Саннио зажмурился и натянул плед до подбородка, потом на мгновение приоткрыл правый глаз и прислушался к времени. Только час как рассвело. Что, спрашивается, делать герцогу Алларэ в его спальне в это время и без приглашения?! Все-таки удивительный хам этот дядюшкин, а, значит, и его родственник…

— Вставайте, или я вылью кувшин вам на голову. Будет мокро, — пообещал незваный гость.

— Герцог Алларэ… — сквозь зубы проговорил Бернар.

— Бернар, не волнуйтесь. Я не съем это сокровище. Пусть подпишет приказ и спит дальше. Слышите, сокровище? — Интересно, и кто же это укусил герцога Алларэ за неудобосказуемое место? А то с чего бы он так взбесился? В бордель неудачно сходил?

— Какой приказ? — Саннио сел в постели, прижимая к груди плед.

С Реми Алларэ, как всегда, можно было ваять статую. На этот раз — кого-нибудь из королей древности, грозящего отмщением коварному соседу. Или бунтовщику. В общем, кому-нибудь чем-нибудь грозящему и не на шутку злому. Юноша вздрогнул и покрепче вцепился в последнюю преграду — все тот же плед.

— Приказ эллонским полкам перейти под мое командование.

— Каким полкам?

— Сокровище, вы слабоумный? — рявкнул Реми, швыряя в Саннио туго скрученным листом бумаги. — Эллонским.

— Господин герцог, если вы будете продолжать в том же тоне, я буду вынужден…

— Бернар, уймитесь! В городе беспорядки. Горят склады. Комендант отправился в иные миры. Если бы я мог не тревожить драгоценный сон этого сокровища, я и не стал бы!

— Герцог, господин наследник не был поставлен в известность о существовании этих полков. Перестаньте кричать.

Саннио хлопал глазами, переводя взгляд со взбесившегося Реми на мрачного Кадоля, который собирался защищать юношу от хамства Алларэ. Только сейчас до него дошло, что на герцоге Алларэ — бело-зеленый мундир, такой же, как у офицеров городской стражи (еще были бело-серые и бело-желтые), в руках хлыст, а волосы туго заплетены в косу и убраны под воротник мундира. Оказалось, что уши у ходячего кошмара острые и торчат куда сильнее, чем это позволяли каноны красоты.
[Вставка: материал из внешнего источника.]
class Client:
    """A minimal LSP client: framing, ids, notifications; answers the server's few requests."""

    def __init__(self, proc: asyncio.subprocess.Process, pull: bool) -> None:
        self.proc = proc
        self.pull = pull
        self.next_id = 0
        self.waiting: dict[int, asyncio.Future[Any]] = {}
        self.published: dict[tuple[str, int], tuple[float, int]] = {}  # (uri, version) -> (arrival, count)
        self.server_ms: dict[tuple[str, int], float] = {}  # (uri path tail, version) -> server's figure
        self.events: dict[tuple[str, int], asyncio.Event] = {}
        self.reader = asyncio.ensure_future(self._read())

    @classmethod
    async def spawn(cls, command: list[str], env: dict[str, str], pull: bool) -> "Client":
        proc = await asyncio.create_subprocess_exec(
            *command, stdin=asyncio.subprocess.PIPE, stdout=asyncio.subprocess.PIPE, stderr=asyncio.subprocess.DEVNULL,
            env=env, limit=2**26,
        )
        return cls(proc, pull)

    def _write(self, message: dict[str, Any]) -> None:
        body = json.dumps(message).encode()
        self.proc.stdin.write(b"Content-Length: %d\r\n\r\n" % len(body) + body)

    def request(self, method: str, params: Any) -> asyncio.Future[Any]:
        self.next_id += 1
        future = asyncio.get_running_loop().create_future()
        self.waiting[self.next_id] = future
        self._write({"jsonrpc": "2.0", "id": self.next_id, "method": method, "params": params})
        return future

    def notify(self, method: str, params: Any) -> None:
        self._write({"jsonrpc": "2.0", "method": method, "params": params})

    def event(self, uri: str, version: int) -> asyncio.Event:
        return self.events.setdefault((uri, version), asyncio.Event())

    async def _read(self) -> None:
        stream = self.proc.stdout
        while True:
            length = 0
            while True:
                line = await stream.readline()
                if not line:
                    return
                if line.lower().startswith(b"content-length:"):
                    length = int(line.split(b":")[1])
                elif line in (b"\r\n", b"\n"):
                    break
            message = json.loads(await stream.readexactly(length))
            now = time.perf_counter()
            if "id" in message and "method" not in message:
                future = self.waiting.pop(message["id"], None)
                if future is not None and not future.done():
                    future.set_result((now, message))
            elif "id" in message:  # a request from the server
                result = [None] * len(message["params"].get("items", [])) if message["method"] == "workspace/configuration" else None
                self._write({"jsonrpc": "2.0", "id": message["id"], "result": result})
            elif message.get("method") == "textDocument/publishDiagnostics":
                params = message["params"]
                key = (params["uri"], params.get("version"))
                self.published[key] = (now, len(params["diagnostics"]))
                self.event(*key).set()
            elif message.get("method") == "window/logMessage":
                text = message["params"]["message"]
                match = PULL_ANSWERED.search(text) if self.pull else SINCE_CHANGE.search(text) or CHECK_ONLY.search(text)
                if match:
                    self.server_ms[(text.split(" v")[0].rsplit("/", 1)[-1], int(match.group(1)))] = float(match.group(2))

    async def stop(self) -> None:
        try:
            await asyncio.wait_for(self.request("shutdown", None), 10)
            self.notify("exit", None)
            await asyncio.wait_for(self.proc.wait(), 10)
        except (asyncio.TimeoutError, ConnectionError):
            self.proc.kill()
            await self.proc.wait()
        self.reader.cancel()


class Server:
    """One server build under test: how to start it and what it is called."""

    def __init__(self, label: str, command: list[str], env: dict[str, str]) -> None:
        self.label = label
        self.command = command
        self.env = env

    async def start(self, root: Path, pull: bool) -> tuple[Client, float]:
        """Spawn and initialize; returns the client and spawn -> initialize answer (s)."""
        started = time.perf_counter()
        client = await Client.spawn(self.command, self.env, pull)
        caps: dict[str, Any] = {"textDocument": {"publishDiagnostics": {"versionSupport": True}}}
        if pull:
            caps["textDocument"]["diagnostic"] = {}
        answered, _ = await client.request("initialize", {
            "processId": os.getpid(), "rootUri": root.as_uri(), "capabilities": caps,
            "workspaceFolders": [{"uri": root.as_uri(), "name": root.name}],
            "initializationOptions": {"debounceMs": 0},
        })
        client.notify("initialized", {})
        return client, answered - started


async def first_diagnostics(client: Client, uri: str, text: str, pull: bool) -> tuple[float, int, Any]:
    """didOpen -> diagnostics of version 1: (seconds, count, resultId)."""
    started = time.perf_counter()
    client.notify("textDocument/didOpen", {"textDocument": {"uri": uri, "languageId": "markdown", "version": 1, "text": text}})
    if pull:
        arrived, message = await client.request("textDocument/diagnostic", {"textDocument": {"uri": uri}})
        result = message["result"]
        return arrived - started, len(result.get("items", [])), result.get("resultId")
    await client.event(uri, 1).wait()
    arrived, count = client.published[(uri, 1)]
    return arrived - started, count, None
Еще юноша сообразил, что если не скажет ничего в ближайшую минуту, то Кадоль будет вынужден силой выдворить Алларэ из спальни, а это ничем хорошим не кончится.

— Действительно, перестаньте кричать, — сказал он. — Ванно, подайте вина. Господин герцог, пожалуйста, сядьте и объясните. Это будет быстрее. Я вас не понимаю.

— Вам и не нужно ничего понимать, — резко тряхнул головой Алларэ. — Просто подпишите приказ.

— Я не буду ничего подписывать, не зная, о чем идет речь!

— Вы дурак? У меня каждая минута на счету!

— Так не тратьте ее на хамство!

— Бернар, я убью вашего господина Гоэллона… — пообещал сквозь зубы Реми. — Объясните ему сами.

— В столице расквартированы два эллонских полка. Они подчиняются либо коменданту, либо герцогу Гоэллону, а в его отсутствие — вам. Так как с комендантом что-то случилось…

— Арбалетная стрела в горле с ним случилась, — уточнил Реми.

— …а герцог отсутствует в столице, — невозмутимо продолжил Бернар. — То без вашего приказа полки не могут быть использованы в усмирении беспорядков.

"Значит, бело-серые — это эллонские стражники, — сообразил Саннио. — Но есть еще алларские и сеорийские полки. Зачем этому хаму понадобились эллонские?".

— Я не буду ничего подписывать. Я буду сам командовать! — сказал юноша.

— ЧТО?! — Бернар и Реми хором выпалили одно и то же слово, потом изумленно уставились друг на друга, а следом за тем — на Саннио.

— Молодой господин, вы не можете…

— Сокровище, я вам сейчас голову оторву. Подписывайте приказ и спите!

— Ну, оторвите. Кто вам тогда приказ подпишет? — зло улыбнулся в ответ Саннио. — Перестаньте мне грубить.

— Молодой господин, сейчас не время сводить счеты, — повысил голос Кадоль.